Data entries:
—————
using System.Runtime.CompilerServices;
using System.Runtime.Intrinsics;

namespace Stochastic.Chains.Kernels;

/// <summary>Inner loops on vectors of eight doubles: tiles of 8 x 24, which keep 24 sums in the 32 registers.</summary>
internal readonly struct TileKernel512 : ITileKernel
{
    /// <inheritdoc/>
    public static int Width => 8;

    /// <inheritdoc/>
    public static int TileColumns => 24;

    /// <inheritdoc/>
    [MethodImpl(MethodImplOptions.NoInlining)]
    public static void AddTile(
        ref double rowPanel, ref double columnPanel, nint columnStride, int depth, ref double target, nint rowStride, nint vectorStride)
    {
        Vector512<double> c00 = default, c01 = default, c02 = default, c10 = default, c11 = default, c12 = default;
        Vector512<double> c20 = default, c21 = default, c22 = default, c30 = default, c31 = default, c32 = default;
        Vector512<double> c40 = default, c41 = default, c42 = default, c50 = default, c51 = default, c52 = default;
        Vector512<double> c60 = default, c61 = default, c62 = default, c70 = default, c71 = default, c72 = default;
        ref var a = ref rowPanel;
        ref var b = ref columnPanel;
        for (; depth > 0; depth -= 8)
        {
            var steps = Math.Min(depth, 8);
            for (nint k = 0; k < steps; k++)
            {
                var b0 = Vector512.LoadUnsafe(ref b);
                var b1 = Vector512.LoadUnsafe(ref b, 8);
                var b2 = Vector512.LoadUnsafe(ref b, 16);
                var x = Vector512.Create(a);
                c00 = Vector512.MultiplyAddEstimate(x, b0, c00);
                c01 = Vector512.MultiplyAddEstimate(x, b1, c01);
                c02 = Vector512.MultiplyAddEstimate(x, b2, c02);
                x = Vector512.Create(Unsafe.Add(ref a, 8));
                c10 = Vector512.MultiplyAddEstimate(x, b0, c10);
                c11 = Vector512.MultiplyAddEstimate(x, b1, c11);
                c12 = Vector512.MultiplyAddEstimate(x, b2, c12);
                x = Vector512.Create(Unsafe.Add(ref a, 16));
                c20 = Vector512.MultiplyAddEstimate(x, b0, c20);
                c21 = Vector512.MultiplyAddEstimate(x, b1, c21);
                c22 = Vector512.MultiplyAddEstimate(x, b2, c22);
                x = Vector512.Create(Unsafe.Add(ref a, 24));
                c30 = Vector512.MultiplyAddEstimate(x, b0, c30);
                c31 = Vector512.MultiplyAddEstimate(x, b1, c31);
                c32 = Vector512.MultiplyAddEstimate(x, b2, c32);
                x = Vector512.Create(Unsafe.Add(ref a, 32));
                c40 = Vector512.MultiplyAddEstimate(x, b0, c40);
                c41 = Vector512.MultiplyAddEstimate(x, b1, c41);
                c42 = Vector512.MultiplyAddEstimate(x, b2, c42);
                x = Vector512.Create(Unsafe.Add(ref a, 40));
                c50 = Vector512.MultiplyAddEstimate(x, b0, c50);
                c51 = Vector512.MultiplyAddEstimate(x, b1, c51);
                c52 = Vector512.MultiplyAddEstimate(x, b2, c52);
                x = Vector512.Create(Unsafe.Add(ref a, 48));
                c60 = Vector512.MultiplyAddEstimate(x, b0, c60);
                c61 = Vector512.MultiplyAddEstimate(x, b1, c61);
                c62 = Vector512.MultiplyAddEstimate(x, b2, c62);
                x = Vector512.Create(Unsafe.Add(ref a, 56));
                c70 = Vector512.MultiplyAddEstimate(x, b0, c70);
                c71 = Vector512.MultiplyAddEstimate(x, b1, c71);
                c72 = Vector512.MultiplyAddEstimate(x, b2, c72);
                a = ref Unsafe.Add(ref a, 1);
                b = ref Unsafe.Add(ref b, columnStride);
            }

            a = ref Unsafe.Add(ref a, 56);
        }

        AddRow(ref target, vectorStride, c00, c01, c02);
        target = ref Unsafe.Add(ref target, rowStride);
        AddRow(ref target, vectorStride, c10, c11, c12);
        target = ref Unsafe.Add(ref target, rowStride);
        AddRow(ref target, vectorStride, c20, c21, c22);
        target = ref Unsafe.Add(ref target, rowStride);
        AddRow(ref target, vectorStride, c30, c31, c32);
        target = ref Unsafe.Add(ref target, rowStride);
        AddRow(ref target, vectorStride, c40, c41, c42);
        target = ref Unsafe.Add(ref target, rowStride);
        AddRow(ref target, vectorStride, c50, c51, c52);
        target = ref Unsafe.Add(ref target, rowStride);
        AddRow(ref target, vectorStride, c60, c61, c62);
        target = ref Unsafe.Add(ref target, rowStride);
        AddRow(ref target, vectorStride, c70, c71, c72);
    }

    /// <inheritdoc/>
    [MethodImpl(MethodImplOptions.NoInlining)]
    public static void AddNarrowTile(ref double rowPanel, ref double columnPanel, nint columnStride, int depth, ref double target, nint rowStride)
    {
        Vector512<double> c0 = default, c1 = default, c2 = default, c3 = default;
        Vector512<double> c4 = default, c5 = default, c6 = default, c7 = default;
        ref var a = ref rowPanel;
        ref var b = ref columnPanel;
        for (; depth > 0; depth -= 8)
        {
            var steps = Math.Min(depth, 8);
            for (nint k = 0; k < steps; k++)
            {
                var x = Vector512.LoadUnsafe(ref b);
                c0 = Vector512.MultiplyAddEstimate(Vector512.Create(a), x, c0);
                c1 = Vector512.MultiplyAddEstimate(Vector512.Create(Unsafe.Add(ref a, 8)), x, c1);
                c2 = Vector512.MultiplyAddEstimate(Vector512.Create(Unsafe.Add(ref a, 16)), x, c2);
                c3 = Vector512.MultiplyAddEstimate(Vector512.Create(Unsafe.Add(ref a, 24)), x, c3);
                c4 = Vector512.MultiplyAddEstimate(Vector512.Create(Unsafe.Add(ref a, 32)), x, c4);
                c5 = Vector512.MultiplyAddEstimate(Vector512.Create(Unsafe.Add(ref a, 40)), x, c5);
                c6 = Vector512.MultiplyAddEstimate(Vector512.Create(Unsafe.Add(ref a, 48)), x, c6);
                c7 = Vector512.MultiplyAddEstimate(Vector512.Create(Unsafe.Add(ref a, 56)), x, c7);
                a = ref Unsafe.Add(ref a, 1);
                b = ref Unsafe.Add(ref b, columnStride);
            }

            a = ref Unsafe.Add(ref a, 56);
        }

        Add(ref target, c0);
        Add(ref Unsafe.Add(ref target, rowStride), c1);
        Add(ref Unsafe.Add(ref target, 2 * rowStride), c2);
        Add(ref Unsafe.Add(ref target, 3 * rowStride), c3);
        Add(ref Unsafe.Add(ref target, 4 * rowStride), c4);
        Add(ref Unsafe.Add(ref target, 5 * rowStride), c5);
        Add(ref Unsafe.Add(ref target, 6 * rowStride), c6);
        Add(ref Unsafe.Add(ref target, 7 * rowStride), c7);
    }

    /// <inheritdoc/>
    [MethodImpl(MethodImplOptions.NoInlining)]
    public static void AddRows(
        ref double target, nint rowStride, nint vectorStride, int rows, int vectors, ref double factors, ref double source)
    {
        for (; rows >= 3; rows -= 3)
        {
            AddThreeRows(
                ref Unsafe.Add(ref target, (rows - 3) * rowStride), rowStride, vectorStride, vectors,
                ref Unsafe.Add(ref factors, 8 * (rows - 3)), ref source);
        }

        for (; rows > 0; rows--)
        {
            AddOneRow(
                ref Unsafe.Add(ref target, (rows - 1) * rowStride), vectorStride, vectors,
                ref Unsafe.Add(ref factors, 8 * (rows - 1)), ref source);
        }
    }

    private static void AddThreeRows(
        ref double target, nint rowStride, nint vectorStride, int vectors, ref double factors, ref double source)
    {
        var f00 = Vector512.Create(factors);
        var f01 = Vector512.Create(Unsafe.Add(ref factors, 1));
        var f02 = Vector512.Create(Unsafe.Add(ref factors, 2));
        var f03 = Vector512.Create(Unsafe.Add(ref factors, 3));
        var f04 = Vector512.Create(Unsafe.Add(ref factors, 4));
        var f05 = Vector512.Create(Unsafe.Add(ref factors, 5));
        var f06 = Vector512.Create(Unsafe.Add(ref factors, 6));
        var f07 = Vector512.Create(Unsafe.Add(ref factors, 7));
        var f10 = Vector512.Create(Unsafe.Add(ref factors, 8));
        var f11 = Vector512.Create(Unsafe.Add(ref factors, 9));
        var f12 = Vector512.Create(Unsafe.Add(ref factors, 10));
        var f13 = Vector512.Create(Unsafe.Add(ref factors, 11));
        var f14 = Vector512.Create(Unsafe.Add(ref factors, 12));
        var f15 = Vector512.Create(Unsafe.Add(ref factors, 13));
        var f16 = Vector512.Create(Unsafe.Add(ref factors, 14));
        var f17 = Vector512.Create(Unsafe.Add(ref factors, 15));
        var f20 = Vector512.Create(Unsafe.Add(ref factors, 16));
        var f21 = Vector512.Create(Unsafe.Add(ref factors, 17));
        var f22 = Vector512.Create(Unsafe.Add(ref factors, 18));
        var f23 = Vector512.Create(Unsafe.Add(ref factors, 19));
        var f24 = Vector512.Create(Unsafe.Add(ref factors, 20));
        var f25 = Vector512.Create(Unsafe.Add(ref factors, 21));
        var f26 = Vector512.Create(Unsafe.Add(ref factors, 22));
        var f27 = Vector512.Create(Unsafe.Add(ref factors, 23));
        ref var t0 = ref target;
        ref var t1 = ref Unsafe.Add(ref t0, rowStride);
        ref var t2 = ref Unsafe.Add(ref t1, rowStride);
        ref var s = ref source;
        for (; vectors > 0; vectors--)
        {
            var x = Vector512.LoadUnsafe(ref s);
            var c0 = Vector512.MultiplyAddEstimate(f00, x, Vector512.LoadUnsafe(ref t0));
            var c1 = Vector512.MultiplyAddEstimate(f10, x, Vector512.LoadUnsafe(ref t1));
            var c2 = Vector512.MultiplyAddEstimate(f20, x, Vector512.LoadUnsafe(ref t2));
            x = Vector512.LoadUnsafe(ref s, 8);
            c0 = Vector512.MultiplyAddEstimate(f01, x, c0);
            c1 = Vector512.MultiplyAddEstimate(f11, x, c1);
            c2 = Vector512.MultiplyAddEstimate(f21, x, c2);
            x = Vector512.LoadUnsafe(ref s, 16);
            c0 = Vector512.MultiplyAddEstimate(f02, x, c0);
            c1 = Vector512.MultiplyAddEstimate(f12, x, c1);
            c2 = Vector512.MultiplyAddEstimate(f22, x, c2);
            x = Vector512.LoadUnsafe(ref s, 24);
            c0 = Vector512.MultiplyAddEstimate(f03, x, c0);
            c1 = Vector512.MultiplyAddEstimate(f13, x, c1);
            c2 = Vector512.MultiplyAddEstimate(f23, x, c2);
            x = Vector512.LoadUnsafe(ref s, 32);
            c0 = Vector512.MultiplyAddEstimate(f04, x, c0);
            c1 = Vector512.MultiplyAddEstimate(f14, x, c1);
            c2 = Vector512.MultiplyAddEstimate(f24, x, c2);
            x = Vector512.LoadUnsafe(ref s, 40);
            c0 = Vector512.MultiplyAddEstimate(f05, x, c0);
            c1 = Vector512.MultiplyAddEstimate(f15, x, c1);
            c2 = Vector512.MultiplyAddEstimate(f25, x, c2);
            x = Vector512.LoadUnsafe(ref s, 48);
            c0 = Vector512.MultiplyAddEstimate(f06, x, c0);
            c1 = Vector512.MultiplyAddEstimate(f16, x, c1);
            c2 = Vector512.MultiplyAddEstimate(f26, x, c2);
            x = Vector512.LoadUnsafe(ref s, 56);
            c0 = Vector512.MultiplyAddEstimate(f07, x, c0);
            c1 = Vector512.MultiplyAddEstimate(f17, x, c1);
            c2 = Vector512.MultiplyAddEstimate(f27, x, c2);
            c0.StoreUnsafe(ref t0);
            c1.StoreUnsafe(ref t1);
            c2.StoreUnsafe(ref t2);
            t0 = ref Unsafe.Add(ref t0, vectorStride);
            t1 = ref Unsafe.Add(ref t1, vectorStride);
            t2 = ref Unsafe.Add(ref t2, vectorStride);
            s = ref Unsafe.Add(ref s, 64);
        }
    }

    private static void AddOneRow(ref double target, nint vectorStride, int vectors, ref double factors, ref double source)
    {
        var f0 = Vector512.Create(factors);
        var f1 = Vector512.Create(Unsafe.Add(ref factors, 1));
        var f2 = Vector512.Create(Unsafe.Add(ref factors, 2));
        var f3 = Vector512.Create(Unsafe.Add(ref factors, 3));
        var f4 = Vector512.Create(Unsafe.Add(ref factors, 4));
        var f5 = Vector512.Create(Unsafe.Add(ref factors, 5));
        var f6 = Vector512.Create(Unsafe.Add(ref factors, 6));
        var f7 = Vector512.Create(Unsafe.Add(ref factors, 7));
        for (; vectors > 0; vectors--)
        {
            var sum = Vector512.MultiplyAddEstimate(f0, Vector512.LoadUnsafe(ref source), Vector512.LoadUnsafe(ref target));
            sum = Vector512.MultiplyAddEstimate(f1, Vector512.LoadUnsafe(ref source, 8), sum);
            sum = Vector512.MultiplyAddEstimate(f2, Vector512.LoadUnsafe(ref source, 16), sum);
            sum = Vector512.MultiplyAddEstimate(f3, Vector512.LoadUnsafe(ref source, 24), sum);
            sum = Vector512.MultiplyAddEstimate(f4, Vector512.LoadUnsafe(ref source, 32), sum);
            sum = Vector512.MultiplyAddEstimate(f5, Vector512.LoadUnsafe(ref source, 40), sum);
            sum = Vector512.MultiplyAddEstimate(f6, Vector512.LoadUnsafe(ref source, 48), sum);
            sum = Vector512.MultiplyAddEstimate(f7, Vector512.LoadUnsafe(ref source, 56), sum);
            sum.StoreUnsafe(ref target);
            target = ref Unsafe.Add(ref target, vectorStride);
            source = ref Unsafe.Add(ref source, 64);
        }
    }

    [MethodImpl(MethodImplOptions.AggressiveInlining)]
    private static void AddRow(
        ref double row, nint vectorStride, Vector512<double> first, Vector512<double> second, Vector512<double> third)
    {
        Add(ref row, first);
        row = ref Unsafe.Add(ref row, vectorStride);
        Add(ref row, second);
        row = ref Unsafe.Add(ref row, vectorStride);
        Add(ref row, third);
    }

    [MethodImpl(MethodImplOptions.AggressiveInlining)]
    private static void Add(ref double target, Vector512<double> addend) => (Vector512.LoadUnsafe(ref target) + addend).StoreUnsafe(ref target);
}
—————
WHAT YOU HAVE TO DO: Print exactly the lines above from the one with "var b0 = Vector512.LoadUnsafe(ref" to the one with "c22 = Vector512.MultiplyAddEstimate(x, b2, c22);", including both.

RESPONSE:
                var b0 = Vector512.LoadUnsafe(ref b);
                var b1 = Vector512.LoadUnsafe(ref b, 8);
                var b2 = Vector512.LoadUnsafe(ref b, 16);
                var x = Vector512.Create(a);
                c00 = Vector512.MultiplyAddEstimate(x, b0, c00);
                c01 = Vector512.MultiplyAddEstimate(x, b1, c01);
                c02 = Vector512.MultiplyAddEstimate(x, b2, c02);
                x = Vector512.Create(Unsafe.Add(ref a, 8));
                c10 = Vector512.MultiplyAddEstimate(x, b0, c10);
                c11 = Vector512.MultiplyAddEstimate(x, b1, c11);
                c12 = Vector512.MultiplyAddEstimate(x, b2, c12);
                x = Vector512.Create(Unsafe.Add(ref a, 16));
                c20 = Vector512.MultiplyAddEstimate(x, b0, c20);
                c21 = Vector512.MultiplyAddEstimate(x, b1, c21);
                c22 = Vector512.MultiplyAddEstimate(x, b2, c22);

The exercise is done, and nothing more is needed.